• [Your task]
Go through the records below and show every line with the string "Invented".
>>>>>
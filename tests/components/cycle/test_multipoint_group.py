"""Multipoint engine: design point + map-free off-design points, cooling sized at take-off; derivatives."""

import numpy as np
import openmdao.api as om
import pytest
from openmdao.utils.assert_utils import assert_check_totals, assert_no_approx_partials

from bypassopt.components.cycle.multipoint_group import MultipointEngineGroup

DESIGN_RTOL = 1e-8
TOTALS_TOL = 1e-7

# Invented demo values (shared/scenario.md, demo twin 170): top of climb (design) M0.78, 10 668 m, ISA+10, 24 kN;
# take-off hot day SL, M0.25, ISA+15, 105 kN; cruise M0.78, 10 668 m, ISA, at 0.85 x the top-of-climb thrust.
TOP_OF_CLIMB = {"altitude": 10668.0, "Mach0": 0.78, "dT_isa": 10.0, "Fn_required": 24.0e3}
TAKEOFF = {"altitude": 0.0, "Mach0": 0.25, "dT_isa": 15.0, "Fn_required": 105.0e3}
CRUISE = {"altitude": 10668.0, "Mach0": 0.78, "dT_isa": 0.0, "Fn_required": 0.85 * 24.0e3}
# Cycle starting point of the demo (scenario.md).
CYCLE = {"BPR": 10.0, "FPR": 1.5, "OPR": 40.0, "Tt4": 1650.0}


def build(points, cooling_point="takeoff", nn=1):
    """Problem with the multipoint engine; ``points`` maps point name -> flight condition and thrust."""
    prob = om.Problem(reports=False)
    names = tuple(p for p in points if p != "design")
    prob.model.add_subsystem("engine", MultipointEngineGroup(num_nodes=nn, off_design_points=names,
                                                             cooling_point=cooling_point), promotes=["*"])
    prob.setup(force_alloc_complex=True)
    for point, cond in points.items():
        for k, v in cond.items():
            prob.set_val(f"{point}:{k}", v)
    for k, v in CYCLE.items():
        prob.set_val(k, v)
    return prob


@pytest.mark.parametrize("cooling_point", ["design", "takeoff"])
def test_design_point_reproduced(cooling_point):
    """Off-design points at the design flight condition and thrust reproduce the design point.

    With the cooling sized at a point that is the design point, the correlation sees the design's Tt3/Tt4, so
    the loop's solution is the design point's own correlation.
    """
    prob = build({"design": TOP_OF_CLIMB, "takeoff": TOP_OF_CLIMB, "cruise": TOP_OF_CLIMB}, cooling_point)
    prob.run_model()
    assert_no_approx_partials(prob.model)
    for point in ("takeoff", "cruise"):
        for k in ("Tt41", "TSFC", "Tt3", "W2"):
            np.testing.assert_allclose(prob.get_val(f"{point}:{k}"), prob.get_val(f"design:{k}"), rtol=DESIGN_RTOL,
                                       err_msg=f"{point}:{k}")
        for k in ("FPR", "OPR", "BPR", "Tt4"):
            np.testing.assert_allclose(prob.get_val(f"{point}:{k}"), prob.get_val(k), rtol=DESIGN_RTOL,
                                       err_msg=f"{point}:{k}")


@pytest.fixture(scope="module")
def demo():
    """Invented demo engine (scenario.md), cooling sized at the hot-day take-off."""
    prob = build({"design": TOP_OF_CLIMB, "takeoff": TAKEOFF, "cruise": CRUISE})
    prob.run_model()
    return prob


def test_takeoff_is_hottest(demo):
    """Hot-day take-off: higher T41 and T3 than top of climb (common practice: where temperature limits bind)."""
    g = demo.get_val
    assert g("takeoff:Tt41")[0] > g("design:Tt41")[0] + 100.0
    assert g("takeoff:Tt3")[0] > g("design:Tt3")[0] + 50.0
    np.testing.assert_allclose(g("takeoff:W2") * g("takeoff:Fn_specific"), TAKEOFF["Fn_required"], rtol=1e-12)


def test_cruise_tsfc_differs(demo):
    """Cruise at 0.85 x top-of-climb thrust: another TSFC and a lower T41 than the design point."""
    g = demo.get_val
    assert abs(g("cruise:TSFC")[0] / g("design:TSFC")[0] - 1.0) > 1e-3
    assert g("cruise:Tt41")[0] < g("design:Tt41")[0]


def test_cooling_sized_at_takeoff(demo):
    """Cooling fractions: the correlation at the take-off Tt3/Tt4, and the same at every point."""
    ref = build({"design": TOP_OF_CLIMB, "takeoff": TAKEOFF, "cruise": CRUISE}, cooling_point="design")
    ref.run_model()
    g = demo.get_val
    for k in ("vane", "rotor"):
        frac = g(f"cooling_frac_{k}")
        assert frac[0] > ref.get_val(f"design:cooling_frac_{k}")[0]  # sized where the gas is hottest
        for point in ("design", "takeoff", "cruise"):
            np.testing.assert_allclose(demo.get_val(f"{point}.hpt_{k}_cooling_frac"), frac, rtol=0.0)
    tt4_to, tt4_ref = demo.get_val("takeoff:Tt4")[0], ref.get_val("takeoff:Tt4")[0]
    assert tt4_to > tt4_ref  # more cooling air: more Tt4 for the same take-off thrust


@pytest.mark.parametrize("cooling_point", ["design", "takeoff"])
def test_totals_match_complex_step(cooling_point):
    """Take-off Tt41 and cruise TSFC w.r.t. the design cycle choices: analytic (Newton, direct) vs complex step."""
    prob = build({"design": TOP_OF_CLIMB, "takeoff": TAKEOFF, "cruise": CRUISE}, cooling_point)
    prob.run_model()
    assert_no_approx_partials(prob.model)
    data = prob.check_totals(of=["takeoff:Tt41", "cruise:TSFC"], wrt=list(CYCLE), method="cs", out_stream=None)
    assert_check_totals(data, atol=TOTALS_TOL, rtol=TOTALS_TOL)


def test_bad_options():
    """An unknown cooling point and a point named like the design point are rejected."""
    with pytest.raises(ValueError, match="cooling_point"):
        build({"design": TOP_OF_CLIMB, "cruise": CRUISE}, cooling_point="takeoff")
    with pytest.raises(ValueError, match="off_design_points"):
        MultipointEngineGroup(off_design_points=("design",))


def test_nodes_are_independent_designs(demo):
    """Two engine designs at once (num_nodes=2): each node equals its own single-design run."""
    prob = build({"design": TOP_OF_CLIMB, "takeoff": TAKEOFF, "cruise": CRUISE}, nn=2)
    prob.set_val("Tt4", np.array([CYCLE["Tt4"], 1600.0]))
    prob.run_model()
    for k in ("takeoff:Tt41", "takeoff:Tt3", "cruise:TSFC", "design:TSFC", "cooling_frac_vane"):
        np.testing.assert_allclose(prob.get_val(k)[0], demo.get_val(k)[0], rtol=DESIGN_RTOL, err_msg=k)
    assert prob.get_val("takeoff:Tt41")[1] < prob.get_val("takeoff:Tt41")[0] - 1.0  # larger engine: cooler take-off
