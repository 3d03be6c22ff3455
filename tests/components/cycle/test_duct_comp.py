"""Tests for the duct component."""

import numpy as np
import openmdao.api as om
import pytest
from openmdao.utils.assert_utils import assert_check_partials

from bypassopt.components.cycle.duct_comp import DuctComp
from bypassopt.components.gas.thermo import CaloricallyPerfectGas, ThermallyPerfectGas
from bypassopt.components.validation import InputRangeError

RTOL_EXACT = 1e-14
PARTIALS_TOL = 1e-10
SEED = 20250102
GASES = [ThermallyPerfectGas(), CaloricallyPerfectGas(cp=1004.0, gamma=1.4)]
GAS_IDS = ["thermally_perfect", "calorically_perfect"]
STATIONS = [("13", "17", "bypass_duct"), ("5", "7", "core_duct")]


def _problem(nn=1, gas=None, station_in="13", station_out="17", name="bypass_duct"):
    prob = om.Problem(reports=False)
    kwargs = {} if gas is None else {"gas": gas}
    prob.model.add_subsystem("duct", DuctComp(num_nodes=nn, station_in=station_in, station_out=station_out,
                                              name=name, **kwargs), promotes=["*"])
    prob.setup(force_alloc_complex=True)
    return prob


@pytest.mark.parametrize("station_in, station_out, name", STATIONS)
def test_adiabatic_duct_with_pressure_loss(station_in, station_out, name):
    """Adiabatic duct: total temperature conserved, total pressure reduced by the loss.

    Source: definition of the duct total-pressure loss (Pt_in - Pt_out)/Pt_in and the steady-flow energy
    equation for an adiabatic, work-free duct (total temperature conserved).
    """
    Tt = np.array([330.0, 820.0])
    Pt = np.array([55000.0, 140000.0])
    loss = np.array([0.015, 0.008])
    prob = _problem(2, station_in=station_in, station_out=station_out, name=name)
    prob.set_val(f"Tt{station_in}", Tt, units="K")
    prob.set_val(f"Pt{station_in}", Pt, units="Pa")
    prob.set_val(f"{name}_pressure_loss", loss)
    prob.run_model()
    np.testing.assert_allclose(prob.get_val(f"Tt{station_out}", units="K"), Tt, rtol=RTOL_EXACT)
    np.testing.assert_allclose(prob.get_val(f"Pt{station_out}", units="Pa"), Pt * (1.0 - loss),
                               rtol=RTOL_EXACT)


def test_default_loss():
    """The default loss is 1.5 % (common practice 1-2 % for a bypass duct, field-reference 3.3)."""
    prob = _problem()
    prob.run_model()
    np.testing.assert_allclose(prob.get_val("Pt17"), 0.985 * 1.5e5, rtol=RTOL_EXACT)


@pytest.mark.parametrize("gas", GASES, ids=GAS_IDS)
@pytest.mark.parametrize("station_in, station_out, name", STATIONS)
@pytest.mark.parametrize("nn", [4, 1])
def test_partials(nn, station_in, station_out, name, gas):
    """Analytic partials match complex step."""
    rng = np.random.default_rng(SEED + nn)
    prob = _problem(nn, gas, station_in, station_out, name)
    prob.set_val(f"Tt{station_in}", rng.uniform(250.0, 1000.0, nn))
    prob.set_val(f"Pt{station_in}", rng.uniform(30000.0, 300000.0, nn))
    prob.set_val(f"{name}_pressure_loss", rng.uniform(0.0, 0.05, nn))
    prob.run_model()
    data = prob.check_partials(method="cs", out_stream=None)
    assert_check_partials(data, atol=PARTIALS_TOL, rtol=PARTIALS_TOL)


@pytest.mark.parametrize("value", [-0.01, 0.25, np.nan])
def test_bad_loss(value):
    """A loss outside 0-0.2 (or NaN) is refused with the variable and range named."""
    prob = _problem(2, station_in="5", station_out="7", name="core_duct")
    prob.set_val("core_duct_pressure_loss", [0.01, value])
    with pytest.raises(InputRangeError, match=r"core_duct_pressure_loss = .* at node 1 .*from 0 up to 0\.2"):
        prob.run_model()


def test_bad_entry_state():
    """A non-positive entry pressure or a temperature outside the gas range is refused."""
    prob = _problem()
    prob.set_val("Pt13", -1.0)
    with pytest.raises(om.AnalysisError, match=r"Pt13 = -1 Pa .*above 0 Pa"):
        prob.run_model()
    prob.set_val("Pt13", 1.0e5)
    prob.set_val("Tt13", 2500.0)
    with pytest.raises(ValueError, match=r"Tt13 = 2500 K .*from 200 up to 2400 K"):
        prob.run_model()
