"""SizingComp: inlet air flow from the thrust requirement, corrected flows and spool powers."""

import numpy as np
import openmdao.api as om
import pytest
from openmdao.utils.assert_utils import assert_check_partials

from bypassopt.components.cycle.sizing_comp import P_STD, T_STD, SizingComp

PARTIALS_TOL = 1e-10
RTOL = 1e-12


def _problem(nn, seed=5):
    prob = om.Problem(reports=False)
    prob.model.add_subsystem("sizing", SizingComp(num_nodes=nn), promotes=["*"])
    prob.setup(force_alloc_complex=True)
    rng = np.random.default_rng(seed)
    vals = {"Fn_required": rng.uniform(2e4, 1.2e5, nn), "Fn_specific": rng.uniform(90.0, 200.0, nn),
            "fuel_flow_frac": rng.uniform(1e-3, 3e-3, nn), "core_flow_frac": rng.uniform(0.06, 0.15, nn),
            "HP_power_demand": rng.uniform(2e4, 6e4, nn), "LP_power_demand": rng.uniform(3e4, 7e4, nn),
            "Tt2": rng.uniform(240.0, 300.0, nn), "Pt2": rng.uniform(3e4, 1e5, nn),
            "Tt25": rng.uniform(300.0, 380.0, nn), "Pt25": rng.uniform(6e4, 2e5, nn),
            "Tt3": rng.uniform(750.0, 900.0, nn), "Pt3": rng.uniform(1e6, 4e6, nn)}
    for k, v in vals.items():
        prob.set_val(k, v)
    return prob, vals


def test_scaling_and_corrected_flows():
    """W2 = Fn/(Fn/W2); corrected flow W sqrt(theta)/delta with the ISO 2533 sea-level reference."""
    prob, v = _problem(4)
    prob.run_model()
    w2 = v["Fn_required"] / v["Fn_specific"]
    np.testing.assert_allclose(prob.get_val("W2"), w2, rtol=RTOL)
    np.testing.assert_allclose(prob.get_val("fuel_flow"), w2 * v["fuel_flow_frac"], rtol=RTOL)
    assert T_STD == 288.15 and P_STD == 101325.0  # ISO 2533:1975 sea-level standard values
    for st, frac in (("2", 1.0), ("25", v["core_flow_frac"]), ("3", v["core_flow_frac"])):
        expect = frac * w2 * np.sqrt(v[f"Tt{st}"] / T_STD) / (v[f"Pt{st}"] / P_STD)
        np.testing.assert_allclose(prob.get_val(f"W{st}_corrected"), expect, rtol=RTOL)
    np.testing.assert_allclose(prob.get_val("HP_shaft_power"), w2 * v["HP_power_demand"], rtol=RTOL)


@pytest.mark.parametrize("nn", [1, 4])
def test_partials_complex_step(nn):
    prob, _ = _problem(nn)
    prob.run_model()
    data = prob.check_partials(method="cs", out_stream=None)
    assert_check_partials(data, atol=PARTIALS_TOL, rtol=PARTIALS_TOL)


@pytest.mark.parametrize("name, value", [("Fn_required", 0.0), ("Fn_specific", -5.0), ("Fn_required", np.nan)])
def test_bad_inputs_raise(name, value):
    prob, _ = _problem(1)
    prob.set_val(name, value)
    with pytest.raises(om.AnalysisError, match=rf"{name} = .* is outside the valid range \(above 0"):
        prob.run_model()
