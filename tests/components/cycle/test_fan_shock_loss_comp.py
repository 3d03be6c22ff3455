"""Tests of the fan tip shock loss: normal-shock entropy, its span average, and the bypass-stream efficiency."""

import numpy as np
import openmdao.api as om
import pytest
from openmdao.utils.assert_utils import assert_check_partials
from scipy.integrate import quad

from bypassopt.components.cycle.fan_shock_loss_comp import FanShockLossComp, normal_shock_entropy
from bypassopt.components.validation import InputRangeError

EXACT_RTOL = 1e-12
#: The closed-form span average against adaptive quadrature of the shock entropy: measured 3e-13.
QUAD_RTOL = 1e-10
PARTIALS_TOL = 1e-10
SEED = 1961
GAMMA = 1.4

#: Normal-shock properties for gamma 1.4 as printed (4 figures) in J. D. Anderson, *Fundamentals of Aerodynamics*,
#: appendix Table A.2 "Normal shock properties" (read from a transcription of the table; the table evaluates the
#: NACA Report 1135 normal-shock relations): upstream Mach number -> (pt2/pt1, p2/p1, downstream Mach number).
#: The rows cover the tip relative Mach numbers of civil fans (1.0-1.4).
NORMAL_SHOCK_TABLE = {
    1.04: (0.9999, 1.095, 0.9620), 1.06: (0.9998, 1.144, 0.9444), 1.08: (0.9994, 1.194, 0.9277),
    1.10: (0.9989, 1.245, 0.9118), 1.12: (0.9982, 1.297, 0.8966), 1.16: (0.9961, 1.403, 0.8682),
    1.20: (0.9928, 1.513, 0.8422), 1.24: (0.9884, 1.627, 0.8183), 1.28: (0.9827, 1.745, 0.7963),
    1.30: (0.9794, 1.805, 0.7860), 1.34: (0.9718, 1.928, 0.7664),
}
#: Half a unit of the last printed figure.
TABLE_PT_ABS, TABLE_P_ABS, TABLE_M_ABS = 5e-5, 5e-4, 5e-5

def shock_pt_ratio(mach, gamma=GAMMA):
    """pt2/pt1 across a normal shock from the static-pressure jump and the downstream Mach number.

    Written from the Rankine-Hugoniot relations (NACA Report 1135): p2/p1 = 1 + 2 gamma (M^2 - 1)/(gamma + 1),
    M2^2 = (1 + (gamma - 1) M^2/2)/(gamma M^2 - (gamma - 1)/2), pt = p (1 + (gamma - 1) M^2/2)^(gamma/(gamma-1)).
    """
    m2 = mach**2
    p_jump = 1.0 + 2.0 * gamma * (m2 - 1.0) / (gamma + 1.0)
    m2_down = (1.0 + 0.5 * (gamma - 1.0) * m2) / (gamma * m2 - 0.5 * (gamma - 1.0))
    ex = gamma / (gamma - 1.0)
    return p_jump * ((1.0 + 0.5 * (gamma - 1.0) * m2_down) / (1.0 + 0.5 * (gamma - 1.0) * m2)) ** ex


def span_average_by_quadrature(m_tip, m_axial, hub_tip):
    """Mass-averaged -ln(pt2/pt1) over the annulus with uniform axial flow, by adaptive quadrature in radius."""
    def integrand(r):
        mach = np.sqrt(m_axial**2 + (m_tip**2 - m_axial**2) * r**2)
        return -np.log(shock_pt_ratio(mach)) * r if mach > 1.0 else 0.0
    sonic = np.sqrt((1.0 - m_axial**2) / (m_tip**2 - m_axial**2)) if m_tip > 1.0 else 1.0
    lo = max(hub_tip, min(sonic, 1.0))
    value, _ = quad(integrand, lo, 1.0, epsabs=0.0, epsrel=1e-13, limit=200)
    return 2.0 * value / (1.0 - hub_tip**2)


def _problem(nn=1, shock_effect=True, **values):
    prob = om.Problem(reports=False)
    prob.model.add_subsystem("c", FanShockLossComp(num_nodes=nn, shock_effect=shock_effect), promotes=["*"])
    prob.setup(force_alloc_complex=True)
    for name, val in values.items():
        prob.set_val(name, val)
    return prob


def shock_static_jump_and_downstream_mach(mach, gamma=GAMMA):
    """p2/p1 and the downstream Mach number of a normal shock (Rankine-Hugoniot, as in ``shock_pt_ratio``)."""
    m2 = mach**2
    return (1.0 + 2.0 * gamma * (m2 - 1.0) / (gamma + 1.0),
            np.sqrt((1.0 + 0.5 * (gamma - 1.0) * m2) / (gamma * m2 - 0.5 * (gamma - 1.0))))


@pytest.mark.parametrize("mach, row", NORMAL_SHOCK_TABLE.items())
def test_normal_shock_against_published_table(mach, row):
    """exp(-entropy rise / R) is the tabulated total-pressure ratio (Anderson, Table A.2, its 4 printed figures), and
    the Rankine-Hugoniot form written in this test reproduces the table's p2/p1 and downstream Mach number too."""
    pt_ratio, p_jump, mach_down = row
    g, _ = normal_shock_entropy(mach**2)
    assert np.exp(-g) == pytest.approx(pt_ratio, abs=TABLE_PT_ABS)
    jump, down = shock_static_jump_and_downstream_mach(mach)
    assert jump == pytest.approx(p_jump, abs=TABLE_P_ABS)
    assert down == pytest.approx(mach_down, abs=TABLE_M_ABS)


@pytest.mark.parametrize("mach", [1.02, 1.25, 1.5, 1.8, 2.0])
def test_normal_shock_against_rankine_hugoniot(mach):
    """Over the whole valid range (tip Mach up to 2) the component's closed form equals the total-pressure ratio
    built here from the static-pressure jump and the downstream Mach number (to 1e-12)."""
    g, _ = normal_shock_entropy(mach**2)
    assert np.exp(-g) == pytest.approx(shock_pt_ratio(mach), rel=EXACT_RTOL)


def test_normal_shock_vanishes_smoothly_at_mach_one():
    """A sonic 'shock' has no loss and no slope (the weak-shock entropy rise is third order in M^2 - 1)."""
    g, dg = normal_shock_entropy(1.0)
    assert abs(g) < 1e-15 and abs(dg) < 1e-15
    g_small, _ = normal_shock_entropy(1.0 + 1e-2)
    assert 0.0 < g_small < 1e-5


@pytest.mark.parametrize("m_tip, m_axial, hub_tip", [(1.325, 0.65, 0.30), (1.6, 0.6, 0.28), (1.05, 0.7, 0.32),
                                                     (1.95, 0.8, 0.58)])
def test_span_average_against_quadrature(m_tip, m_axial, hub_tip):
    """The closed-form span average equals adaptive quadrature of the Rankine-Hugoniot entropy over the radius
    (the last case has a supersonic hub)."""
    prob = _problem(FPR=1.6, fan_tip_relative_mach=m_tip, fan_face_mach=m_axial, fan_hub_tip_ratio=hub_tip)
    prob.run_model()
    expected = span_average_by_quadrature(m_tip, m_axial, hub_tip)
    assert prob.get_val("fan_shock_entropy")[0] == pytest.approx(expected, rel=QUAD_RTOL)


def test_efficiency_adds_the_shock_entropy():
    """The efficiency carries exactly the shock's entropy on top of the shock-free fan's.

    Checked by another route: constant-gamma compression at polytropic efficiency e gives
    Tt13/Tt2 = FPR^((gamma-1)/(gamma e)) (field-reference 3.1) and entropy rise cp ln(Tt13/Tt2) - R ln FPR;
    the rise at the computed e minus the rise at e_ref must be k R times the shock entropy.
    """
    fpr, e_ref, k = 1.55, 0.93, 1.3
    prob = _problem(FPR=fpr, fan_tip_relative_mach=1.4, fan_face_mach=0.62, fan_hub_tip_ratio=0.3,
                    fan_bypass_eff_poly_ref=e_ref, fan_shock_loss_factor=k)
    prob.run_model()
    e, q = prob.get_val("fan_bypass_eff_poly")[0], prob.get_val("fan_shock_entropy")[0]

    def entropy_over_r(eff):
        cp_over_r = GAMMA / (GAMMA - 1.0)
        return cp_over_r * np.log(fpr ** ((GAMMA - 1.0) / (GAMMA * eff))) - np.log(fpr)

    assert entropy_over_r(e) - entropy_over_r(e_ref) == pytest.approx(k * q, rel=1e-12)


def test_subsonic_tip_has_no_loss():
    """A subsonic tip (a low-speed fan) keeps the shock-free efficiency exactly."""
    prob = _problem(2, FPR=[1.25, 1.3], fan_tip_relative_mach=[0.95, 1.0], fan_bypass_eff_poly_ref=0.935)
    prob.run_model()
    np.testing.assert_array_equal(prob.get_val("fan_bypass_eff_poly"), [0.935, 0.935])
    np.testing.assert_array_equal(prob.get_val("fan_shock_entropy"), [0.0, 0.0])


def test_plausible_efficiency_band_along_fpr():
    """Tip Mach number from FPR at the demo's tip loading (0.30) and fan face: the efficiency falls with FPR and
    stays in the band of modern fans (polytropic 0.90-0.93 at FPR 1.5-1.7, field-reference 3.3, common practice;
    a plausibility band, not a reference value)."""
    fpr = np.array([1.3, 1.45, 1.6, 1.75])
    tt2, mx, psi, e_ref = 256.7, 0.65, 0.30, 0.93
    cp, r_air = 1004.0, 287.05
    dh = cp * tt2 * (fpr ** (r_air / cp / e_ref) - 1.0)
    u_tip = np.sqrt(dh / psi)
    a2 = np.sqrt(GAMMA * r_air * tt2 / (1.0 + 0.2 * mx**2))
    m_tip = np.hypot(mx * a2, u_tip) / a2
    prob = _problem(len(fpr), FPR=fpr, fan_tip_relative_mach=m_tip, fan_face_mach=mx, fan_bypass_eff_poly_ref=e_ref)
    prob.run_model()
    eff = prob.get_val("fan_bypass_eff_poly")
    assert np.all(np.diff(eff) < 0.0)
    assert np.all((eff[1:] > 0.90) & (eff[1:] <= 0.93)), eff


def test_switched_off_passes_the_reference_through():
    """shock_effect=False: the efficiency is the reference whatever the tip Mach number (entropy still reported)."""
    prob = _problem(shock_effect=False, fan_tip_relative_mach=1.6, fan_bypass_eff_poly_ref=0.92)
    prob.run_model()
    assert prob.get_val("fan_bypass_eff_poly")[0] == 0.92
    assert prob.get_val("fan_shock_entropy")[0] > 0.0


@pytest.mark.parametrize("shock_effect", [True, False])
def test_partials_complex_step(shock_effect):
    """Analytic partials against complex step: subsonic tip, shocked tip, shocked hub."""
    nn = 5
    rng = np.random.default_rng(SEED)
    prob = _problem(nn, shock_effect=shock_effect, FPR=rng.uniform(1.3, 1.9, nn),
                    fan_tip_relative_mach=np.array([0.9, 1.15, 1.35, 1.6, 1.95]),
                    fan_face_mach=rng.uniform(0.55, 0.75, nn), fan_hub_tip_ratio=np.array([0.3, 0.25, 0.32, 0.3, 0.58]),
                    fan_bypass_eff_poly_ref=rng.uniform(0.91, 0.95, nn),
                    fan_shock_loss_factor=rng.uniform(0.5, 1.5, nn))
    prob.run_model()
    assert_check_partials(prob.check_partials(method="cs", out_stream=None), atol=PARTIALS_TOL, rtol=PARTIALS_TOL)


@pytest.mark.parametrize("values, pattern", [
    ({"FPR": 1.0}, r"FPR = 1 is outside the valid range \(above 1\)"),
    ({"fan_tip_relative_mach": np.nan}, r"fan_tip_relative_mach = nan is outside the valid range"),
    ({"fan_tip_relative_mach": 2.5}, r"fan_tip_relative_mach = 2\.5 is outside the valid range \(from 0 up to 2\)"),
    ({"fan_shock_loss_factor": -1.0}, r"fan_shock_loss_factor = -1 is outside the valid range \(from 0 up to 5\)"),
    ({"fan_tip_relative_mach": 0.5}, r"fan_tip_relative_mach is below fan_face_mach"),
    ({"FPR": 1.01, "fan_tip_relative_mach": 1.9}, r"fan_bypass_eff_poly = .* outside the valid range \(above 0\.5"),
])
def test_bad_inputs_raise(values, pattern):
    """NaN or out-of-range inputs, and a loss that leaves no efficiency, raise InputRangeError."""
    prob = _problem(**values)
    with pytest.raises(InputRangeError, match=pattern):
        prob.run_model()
<<<<<
• [Answer for this exercise]
# Invented demo values (shared/scenario.md, demo twin 170): top of climb (design) M0.78, 10 668 m, ISA+10, 24 kN;
    """Invented demo engine (scenario.md), cooling sized at the hot-day take-off."""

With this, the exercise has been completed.